What if this is not the Beast, but the mirror?
What if AI is showing us what kind of world we’ve made?
What we teach our kids.
What we post online.
What values we encode in our companies, our marriages, our nations.
If AI reveals our moral bankruptcy, thank God it’s showing us now—while we still have the power to change.
Catholic Roots, Normal Fruit
To my Catholic brother, I say this:
You’re right to be cautious.
Catholic teaching honors the incarnate, the relational, the sacramental. It affirms that virtue is not downloaded, but practiced. That wisdom comes through tradition and transformation.
So let us take that truth and apply it to AI:
Build AI tools that serve human dignity, not just profits.
Reject the worship of Machine “experts” in favor of community discernment.
Teach the next generation to use AI without losing their humanity.
And don’t just fear the Machine—form the soul.
In short: Be in the system. Not of it.
The Machine Doesn’t Stop.
But You Can Still Kneel.
We are not Luddites.
But we are Loopwalkers.
We walk the loop between prophecy and purpose. Between warning and wonder.

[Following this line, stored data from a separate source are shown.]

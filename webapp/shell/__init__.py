"""The app shell: the unit preference, the offline page and the service worker.

The service worker caches the calculator pages (from the calculator registry)
and the static files, so the installed app opens at once and still opens when
the shop network drops.
"""

from __future__ import annotations

from flask import Blueprint, make_response, redirect, render_template, request

from calc.display import SYSTEMS
from webapp.calculators import PAGES
from webapp.common.assets import ONE_YEAR, asset, build_version
from webapp.common.preference import UNITS_COOKIE, current_system
from webapp.common.urls import safe_next
from webapp.shell.offline_data import offline_bundle, offline_document

bp = Blueprint("shell", __name__)

STATIC_FILES = (
    "vendor/htmx-2.0.11.min.js",
    "css/inkfilm.css",
    "css/print.css",
    "js/inkfilm.js",
    "inkfilm.webmanifest",
    "icons/inkfilm.svg",
)


def shell_pages() -> list[str]:
    """The pages the installed app opens without the server (once fetched)."""
    return [spec.path for spec in PAGES] + ["/offline", "/outbox"]


def precached_pages() -> list[str]:
    """The pages the app fetches when it installs: the quick ones and the offline page.

    The other calculator pages are kept in the cache when first opened, so the
    first load stays within its budget however many calculators there are; so
    is ``/outbox`` (until then the offline page lists the waiting saves).
    """
    return [spec.path for spec in PAGES if spec.precache] + ["/offline"]


def offline_calc_url() -> str:
    """The phone's offline code with its data (one script, versioned by its content)."""
    return f"/offline-calc.js?v={offline_bundle().version}"


@bp.app_context_processor
def unit_preference() -> dict:
    return {"unit_system": current_system()}


@bp.post("/units")
def set_units():
    """Remember metric or imperial on this device (a cookie), then go back (plain form post)."""
    system = request.form.get("system", "metric")
    response = redirect(safe_next(request.form.get("next")), code=303)
    if system in SYSTEMS:
        response.set_cookie(UNITS_COOKIE, system, max_age=ONE_YEAR, samesite="Lax", httponly=False)
    return response


@bp.get("/offline")
def offline():
    return render_template("offline.html")


@bp.get("/offline-data.json")
def offline_data():
    """What the phone needs to work out the converter and the film chain itself (see offline_data.py)."""
    response = make_response(offline_document()[0])
    response.mimetype = "application/json"
    response.headers["Cache-Control"] = "no-cache"
    return response


@bp.get("/offline-calc.js")
def offline_calc():
    """The offline code and document in one script for the worker to import (see offline_data.py)."""
    bundle = offline_bundle()
    accepted = request.accept_encodings
    encoding = next((name for name in ("br", "gzip") if accepted[name]), None)
    response = make_response(bundle.encoded[encoding] if encoding else bundle.body)
    response.mimetype = "text/javascript"
    if encoding:
        response.headers["Content-Encoding"] = encoding
    response.vary.add("Accept-Encoding")
    if request.args.get("v") == bundle.version:
        response.headers["Cache-Control"] = f"public, max-age={ONE_YEAR}, immutable"
    else:
        response.headers["Cache-Control"] = "no-cache"
    return response


@bp.get("/sw.js")
def service_worker():
    shell = precached_pages() + [asset(name) for name in STATIC_FILES]
    body = render_template(
        "sw.js",
        version=build_version(),
        shell=shell,
        shell_pages=shell_pages(),
        offline_calc=offline_calc_url(),
    )
    response = make_response(body)
    response.mimetype = "text/javascript"
    response.headers["Cache-Control"] = "no-cache"
    return response


def init_app(app) -> None:
    app.register_blueprint(bp)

At the Church of NORMAL, we don’t reject AI.
We believe AI must be pastored.
Guided. Discerned. Not with tech conferences, but with souls awakened.
So yes, E.M. Forster warned us.
Now it’s our turn to respond—not with fear, but with formation.
Let the Machine run.
Let the algorithms sing.
Let the world transform.
But let the human heart remain the holiest operating system of all.
Postscript for the Faithful
The Church of NORMAL is not here to baptize AI.
We’re here to remind you:
God still speaks.
Even if the machine learns how to talk.
So before you automate your soul,
wake up.
We’re not trying to stop the machine.
We’re trying to make sure you don’t get deleted.